Reputation: 861
I'm using Julia 1.5.2 on Win10
version 1: This one compiles. It actually works if all values of the Dict are of type 'V'. But that is not exactly what I want.
struct MyData{K,V}
data::AbstractVector{<:AbstractDict{<:K,V}}
end
version 2: This is what I actually want, but the compiler throws an UndefVarError: V not defined
exception.

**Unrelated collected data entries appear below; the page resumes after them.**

// Reading a run folder for 3D: thinning and ion selection agree with the shared reader's own
// selection (sim/runfolder readTrajectories), and each ion's last point is always kept.
import { mkdtempSync, rmSync } from 'node:fs';
import { tmpdir } from 'node:os';
import { join } from 'node:path';
import { afterAll, beforeAll, describe, expect, it } from 'vitest';
import { ionSegments, readTrajectories } from '../../sim/runfolder/index.js';
import { placeStages, readRunView } from '../../render/scene3d/runInput.js';
import { makeRunFolder } from './fixtures.js';

let tmp: string;
let dir: string;
beforeAll(async () => {
  tmp = mkdtempSync(join(tmpdir(), 'iontrail-runinput-'));
  // 101 points per ion over three record batches: ions straddle batch boundaries.
  dir = await makeRunFolder(join(tmp, 'run'), { kind: 'filter', ions: 7, points: 101 });
});
afterAll(() => rmSync(tmp, { recursive: true, force: true }));

describe('readRunView', () => {
  it('every n-th point equals the shared reader’s everyNth selection, plus each ion’s last point', async () => {
    const every = 7;
    const view = await readRunView(dir, { everyNth: every, ions: [1, 4, 5] });
    const ref = await readTrajectories(dir, { everyNth: every, ions: [1, 4, 5] });
    const full = await readTrajectories(dir, { ions: [1, 4, 5] });
    const refSegs = ionSegments(ref.ion), fullSegs = ionSegments(full.ion);
    expect(view.traj.start.length - 1).toBe(3);
    refSegs.forEach((seg, k) => {
      const a = view.traj.start[k], b = view.traj.start[k + 1];
      const n = seg.end - seg.start;
      // 101 points, every 7th: indices 0, 7, …, 98 (15 points), then the last one (100).
      expect(b - a).toBe(n + 1);
      for (let i = 0; i < n; i++) {
        expect(view.traj.x[a + i]).toBe(ref.x[seg.start + i]);
        expect(view.traj.t[a + i]).toBe(ref.t[seg.start + i]);
      }
      expect(view.traj.z[b - 1]).toBe(full.z[fullSegs[k].end - 1]);
      expect(view.ionId[view.traj.ionRow[k]]).toBe(seg.ion);
    });
    expect(view.every).toBe(every);
    expect(view.autoThinned).toBe(false);
  });

  it('without thinning reads every recorded point of every ion', async () => {
    const view = await readRunView(dir);
    const full = await readTrajectories(dir);
    expect(view.traj.t.length).toBe(full.t.length);
    expect(view.every).toBe(1);
  });

  it('places stages end to end from z = 0 when positions are not stored, and names a bad type', () => {
    const st = placeStages([{ type: 'quadrupole', length: 0.1, r0: 4e-3 }, { type: 'drift', length: 0.05, aperture: null }], 'summary.json');
    expect(st[1].zStart).toBeCloseTo(0.1, 12);
    expect(st[1].zEnd).toBeCloseTo(0.15, 12);
    expect(st[1].aperture).toBeUndefined();
    expect(() => placeStages([{ type: 'lens', length: 1 }], 'summary.json')).toThrow(/stages\[0\]\.type 'lens'/);
  });
});
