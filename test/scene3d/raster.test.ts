// The software rasteriser against geometry it must reproduce exactly or within the pixel grid.
import { describe, expect, it } from 'vitest';
import * as THREE from 'three';
import { Layers } from '../../render/scene3d/raster/layers.js';
import { PolylinePainter } from '../../render/scene3d/raster/polylines.js';
import { toScreen } from '../../render/scene3d/raster/sceneRaster.js';
import { lambert } from '../../render/scene3d/raster/shading.js';
import { rasterTriangle } from '../../render/scene3d/raster/triangles.js';
import { makeCamera } from '../../render/scene3d/cameras.js';

const covered = (L: Layers) => L.sDepth.reduce((n, z) => n + (z !== Infinity ? 1 : 0), 0);

describe('triangle rasteriser', () => {
  it('two triangles sharing a diagonal cover a square exactly once (top-left fill rule, Pineda 1988)', () => {
    const L = new Layers(64, 64, 1);
    // Square [8.3, 40.3] × [5.7, 37.7]: pixel centres inside = 32 × 32, none on both triangles.
    rasterTriangle(L, 8.3, 5.7, 0, 1, 40.3, 5.7, 0, 1, 40.3, 37.7, 0, 1, 1, 0, 0);
    const first = covered(L);
    rasterTriangle(L, 8.3, 5.7, 0.5, 1, 40.3, 37.7, 0.5, 1, 8.3, 37.7, 0.5, 1, 0, 1, 0);
    expect(covered(L)).toBe(32 * 32);
    // The second triangle is behind (z 0.5 > 0): it must not overwrite any red pixel of the first.
    let red = 0;
    for (let i = 0; i < L.ssW * L.ssH; i++) if (L.sColor[3 * i] === 1) red++;
    expect(red).toBe(first);
  });

  it('covered pixel count of a large triangle matches its area to within its perimeter', () => {
    // Pixel-centre sampling errs by at most about half a pixel along each edge (common practice, no source).
    const L = new Layers(300, 300, 1);
    const A: [number, number] = [10.2, 20.9], B: [number, number] = [280.4, 60.1], C: [number, number] = [120.7, 290.3];
    rasterTriangle(L, ...A, 0, 1, ...B, 0, 1, ...C, 0, 1, 1, 1, 1);
    const area = Math.abs((B[0] - A[0]) * (C[1] - A[1]) - (B[1] - A[1]) * (C[0] - A[0])) / 2;
    const perim = Math.hypot(B[0] - A[0], B[1] - A[1]) + Math.hypot(C[0] - B[0], C[1] - B[1]) + Math.hypot(A[0] - C[0], A[1] - C[1]);
    expect(Math.abs(covered(L) - area)).toBeLessThan(0.5 * perim);
  });

  it('interpolated depth at the centroid equals the mean of the vertex depths', () => {
    const L = new Layers(90, 90, 1);
    // Centroid of (0,0), (90,0), (0,90) is (30,30); pixel (29,29) has its centre at (29.5, 29.5).
    rasterTriangle(L, 0, 0, -0.6, 1, 90, 0, 0.3, 1, 0, 90, 0.9, 1, 1, 1, 1);
    const z = L.sDepth[29 * 90 + 29];
    const expected = -0.6 + (0.3 + 0.6) * (29.5 / 90) + (0.9 + 0.6) * (29.5 / 90);
    expect(z).toBeCloseTo(expected, 5);
  });
});

describe('projection through the three.js camera', () => {
  it('matches Vector3.project of three 0.187 for each preset', () => {
    const box = new THREE.Box3(new THREE.Vector3(-8, -8, 0), new THREE.Vector3(8, 8, 120));
    const W = 800, H = 500;
    for (const name of ['iso', 'axial', 'side'] as const) {
      const cam = makeCamera(name, box, W, H, { top: 50, right: 20, bottom: 40, left: 20 });
      const m = new THREE.Matrix4().multiplyMatrices(cam.projectionMatrix, cam.matrixWorldInverse).elements;
      const out = new Float64Array(3);
      for (const p of [new THREE.Vector3(1, 2, 3), new THREE.Vector3(-7, 5, 110), new THREE.Vector3(8, -8, 60)]) {
        expect(toScreen(m, W, H, p.x, p.y, p.z, out, 0)).toBe(true);
        const ndc = p.clone().project(cam);
        // Float32 matrix elements: agreement to 1e-3 px over an 800 px image.
        expect(out[0]).toBeCloseTo((ndc.x + 1) * 0.5 * W, 3);
        expect(out[1]).toBeCloseTo((1 - ndc.y) * 0.5 * H, 3);
      }
      // Fitting: every corner of the box lands inside the drawing area.
      for (let i = 0; i < 8; i++) {
        const c = new THREE.Vector3(i & 1 ? 8 : -8, i & 2 ? 8 : -8, i & 4 ? 120 : 0);
        toScreen(m, W, H, c.x, c.y, c.z, out, 0);
        expect(out[0]).toBeGreaterThanOrEqual(20 - 1e-6);
        expect(out[0]).toBeLessThanOrEqual(W - 20 + 1e-6);
        expect(out[1]).toBeGreaterThanOrEqual(50 - 1e-6);
        expect(out[1]).toBeLessThanOrEqual(H - 40 + 1e-6);
      }
    }
  });
});

describe('anti-aliased polylines', () => {
  it('total coverage of a line equals its width × length (box-filter integral, Gupta & Sproull 1981)', () => {
    const L = new Layers(400, 200, 1);
    const painter = new PolylinePainter(L);
    // Slanted segment well inside the image; width 2 px, length ≈ 300 px; round caps add π·1² px².
    const x0 = 40.3, y0 = 50.2, x1 = 330.8, y1 = 130.6, w = 2;
    painter.segment(x0, y0, 0, x1, y1, 0, w / 2);
    painter.flush(1, 1, 1, 1);
    const total = L.lAlpha.reduce((a, b) => a + b, 0);
    const expected = w * Math.hypot(x1 - x0, y1 - y0) + Math.PI * (w / 2) ** 2;
    // The clamp(hw + 0.5 − d) ramp integrates exactly across a straight edge; caps and pixel
    // sampling of the ramp leave under 1 % here.
    expect(Math.abs(total - expected) / expected).toBeLessThan(0.01);
  });

  it('a polyline crossing itself is not darker at the crossing; a nearer line goes over, a farther under', () => {
    const L = new Layers(100, 100, 1);
    const p = new PolylinePainter(L);
    p.segment(10, 50, 0.2, 90, 50, 0.2, 1);
    p.segment(50, 10, 0.2, 50, 90, 0.2, 1);
    p.flush(1, 0, 0, 0.5);
    expect(L.lAlpha[50 * 100 + 50]).toBeCloseTo(0.5, 6);
    // Second line farther away (z 0.8): blended under, red stays on top.
    p.segment(10, 50, 0.8, 90, 50, 0.8, 1);
    p.flush(0, 0, 1, 1);
    const i = 50 * 100 + 30;
    expect(L.lColor[3 * i]).toBeCloseTo(0.5, 6);
    expect(L.lColor[3 * i + 2]).toBeCloseTo(0.5, 6);
    expect(L.lDepth[i]).toBeCloseTo(0.2, 6);
  });
});

describe('Lambert shading', () => {
  it('intensity falls with the cosine of the angle to the light and is two-sided', () => {
    // Lambert's cosine law (Foley et al., 2nd ed., eq. 16.7): I(−n) = I(n), and a normal turned
    // away from every light gets more than the ambient term only through |n·l|.
    const n = new THREE.Vector3(0.3, -0.2, 0.93).normalize();
    expect(lambert(n.x, n.y, n.z)).toBeCloseTo(lambert(-n.x, -n.y, -n.z), 12);
    expect(lambert(-0.45, 0.7, 0.55)).toBeGreaterThan(lambert(0.7, 0.45, 0));
  });
});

The only different is {<:K,V}
vs {<:K,<:V}
struct MyData{K,V}
data::AbstractVector{<:AbstractDict{<:K,<:V}}
end
Update: How to reproduce
julia> struct MyStruct{K,V}
data::AbstractVector{<:AbstractDict{<:K,<:V}}
end
julia> ar = [Dict{String,Any}("a" => 1)]
1-element Array{Dict{String,Any},1}:
Dict("a" => 1)
julia> MyStruct(ar)
ERROR: UndefVarError: V not defined
Stacktrace:
[1] MyStruct(::Array{Dict{String,Any},1}) at .\REPL[1]:2
[2] top-level scope at REPL[3]:1
Any idea why that is and how to fix it?
thanks for your help
Upvotes: 2
Views: 150
Reputation: 42214
This should be:
struct MyStructNew{K,V}
data::AbstractVector{<:AbstractDict{K,V}}
end
That is is your parametric types need to be concrete:
Here is the test:
julia> MyStructNew(ar)
MyStructNew{String,Any}(Dict{String,Any}[Dict("a" => 1)])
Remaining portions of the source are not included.